## Exercise objective
Every line of the records below that holds the word "example" should be copied out.

## Data records
*** Block opens ***
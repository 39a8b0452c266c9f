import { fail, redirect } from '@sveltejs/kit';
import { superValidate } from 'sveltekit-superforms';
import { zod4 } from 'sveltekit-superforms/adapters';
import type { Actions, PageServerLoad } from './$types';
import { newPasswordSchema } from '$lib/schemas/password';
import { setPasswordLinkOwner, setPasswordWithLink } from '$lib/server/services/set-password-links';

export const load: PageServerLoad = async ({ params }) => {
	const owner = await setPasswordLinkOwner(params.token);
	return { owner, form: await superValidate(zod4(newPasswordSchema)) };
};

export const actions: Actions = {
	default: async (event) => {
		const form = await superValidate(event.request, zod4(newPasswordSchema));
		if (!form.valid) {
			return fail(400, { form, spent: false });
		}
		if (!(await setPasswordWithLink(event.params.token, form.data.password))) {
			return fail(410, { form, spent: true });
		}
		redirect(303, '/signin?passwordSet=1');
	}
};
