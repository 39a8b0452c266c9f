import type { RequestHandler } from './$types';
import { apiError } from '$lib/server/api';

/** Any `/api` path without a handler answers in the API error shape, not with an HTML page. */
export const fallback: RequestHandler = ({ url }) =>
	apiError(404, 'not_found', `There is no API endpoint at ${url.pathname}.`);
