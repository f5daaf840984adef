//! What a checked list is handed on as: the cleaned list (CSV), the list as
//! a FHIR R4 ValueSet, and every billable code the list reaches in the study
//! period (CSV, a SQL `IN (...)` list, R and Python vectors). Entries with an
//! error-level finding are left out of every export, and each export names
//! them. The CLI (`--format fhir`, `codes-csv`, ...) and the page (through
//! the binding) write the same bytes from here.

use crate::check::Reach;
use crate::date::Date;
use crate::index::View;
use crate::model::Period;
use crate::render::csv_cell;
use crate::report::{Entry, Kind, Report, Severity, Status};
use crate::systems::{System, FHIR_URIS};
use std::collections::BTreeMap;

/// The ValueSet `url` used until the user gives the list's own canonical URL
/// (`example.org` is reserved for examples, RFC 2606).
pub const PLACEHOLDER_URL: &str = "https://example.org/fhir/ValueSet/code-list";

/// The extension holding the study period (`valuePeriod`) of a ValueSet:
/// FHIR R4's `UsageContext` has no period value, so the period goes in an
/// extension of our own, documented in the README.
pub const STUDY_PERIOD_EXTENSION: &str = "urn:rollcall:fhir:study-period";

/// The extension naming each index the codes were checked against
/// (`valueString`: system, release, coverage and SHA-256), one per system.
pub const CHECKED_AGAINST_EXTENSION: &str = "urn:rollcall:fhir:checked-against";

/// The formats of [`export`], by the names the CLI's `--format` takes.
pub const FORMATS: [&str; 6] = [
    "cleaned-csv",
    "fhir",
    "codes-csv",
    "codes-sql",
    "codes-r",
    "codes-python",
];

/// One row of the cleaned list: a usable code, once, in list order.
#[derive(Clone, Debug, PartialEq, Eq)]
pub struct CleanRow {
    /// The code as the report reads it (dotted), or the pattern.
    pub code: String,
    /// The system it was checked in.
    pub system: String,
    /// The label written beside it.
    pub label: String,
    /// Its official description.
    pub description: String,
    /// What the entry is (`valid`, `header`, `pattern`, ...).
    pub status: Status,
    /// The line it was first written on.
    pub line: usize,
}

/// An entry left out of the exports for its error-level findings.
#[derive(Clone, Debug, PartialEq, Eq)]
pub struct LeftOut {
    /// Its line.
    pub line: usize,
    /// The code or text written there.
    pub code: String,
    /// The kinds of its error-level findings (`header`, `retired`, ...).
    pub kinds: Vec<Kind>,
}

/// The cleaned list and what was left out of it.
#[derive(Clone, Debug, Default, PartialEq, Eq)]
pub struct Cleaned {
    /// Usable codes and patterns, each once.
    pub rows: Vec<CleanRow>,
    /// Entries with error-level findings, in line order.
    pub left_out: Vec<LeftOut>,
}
*** Block closes ***
## Response to this task
/// (`example.org` is reserved for examples, RFC 2606).
pub const PLACEHOLDER_URL: &str = "https://example.org/fhir/ValueSet/code-list";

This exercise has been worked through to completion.